Bayeux: I do not believe so. Financial institutions within the Basel II environment have recently appointed operational risk leaders. They also have insurance risk managers who have long sought ways to control or mitigate risk as a core responsibility. Chris Mandel alluded to the fact that some insurance risk managers are more in tune with their institutions than others. With the growth of employment and fiduciary-related claims, the proactive and effective insurance risk manager is already working with other key senior officers to address these risks.

Hampton: The list of critical risks includes insurable risk--the stock in trade of today's risk managers. Banks often do not have traditional risk managers. If they created chief risk officer positions, what kind of people would fill them?

Bayeux: Yes, insurable risks are a subset of all operational risks. Whether a bank has a formalized insurance risk management department or has the function assigned to a finance or legal person, someone has the responsibility for managing these insurable risks. A growing number of the middle-market banks have realized that a professionally managed department handling insurable risks can optimize an organization's performance.

Hampton: From my days at RIMS, I knew you as a proactive advocate for enterprise risk management.
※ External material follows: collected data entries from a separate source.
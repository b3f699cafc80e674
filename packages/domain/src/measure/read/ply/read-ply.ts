import { MM_PER, PointSink } from "../point-sink.ts";
import type { OpenFile } from "../scan-input.ts";
import { findColumns } from "../text/column-names.ts";
import { readPlyAscii } from "./ply-ascii.ts";
import { readPlyBinary } from "./ply-binary.ts";
import { readPlyHeader } from "./ply-header.ts";

/**
 * Reads the vertices of a PLY file, ascii or binary; every other element and property is passed over.
 */
export function readPly(file: OpenFile): PointSink {
  const { bytes, units, faults } = file;
  const header = readPlyHeader(file);
  const none = new PointSink(false);
  if (header === null) return none;
  const vertex = header.elements.find(({ name }) => name === "vertex");
  if (vertex === undefined) {
    faults.add("file-header-invalid", "the header has no element vertex", { line: header.lines });
    return none;
  }
  const names = vertex.properties.map(({ name }) => name);
  const wanted = ["x", "y", "z"].map((base) => ({ base, isLength: true }));
  const columns = findColumns(
    { names, units, place: { line: vertex.line }, noun: "property" },
    wanted,
    faults,
  );
  if (columns === null) return none;
  const list = columns.find((column) => vertex.properties[column]!.count !== null);
  if (list !== undefined) {
    const what = `property ${names[list]} is a list where one number was expected`;
    faults.add("file-header-invalid", what, { line: vertex.line, field: names[list]! });
    return none;
  }
  const body = { bytes, header, vertex, columns, scale: MM_PER[units] };
  return header.format === "ascii" ? readPlyAscii(body, faults) : readPlyBinary(body, faults);
}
You also saw a keen role for the broker in the process. Are financial institutions seriously getting into the game? If yes, what are the drivers?

Bayeux: Financial institutions are most definitely getting into the game. Globally, the largest institutions are compelled to comply with the operational risk capital requirements by their local regulators. These organizations have created robust operational risk management environments. They are focusing on identifying, assessing and quantifying risks, collecting and utilizing loss event data, and determining risk capital.

Hampton: Any other thoughts to share about financial institutions and ERM?

Bayeux: Your treatise of creating two additional risk officers is very interesting and may have some real impact in certain industries. That being said, many financial institutions already have someone performing these functions. Banks have come a long way in assessing their risk and calculate a level of capital to be set aside to cover that risk. However, there is still significant work to be done to bring all of the relevant constituencies together, including strategy, audit, operational risk, insurance risk, business unit leaders and others.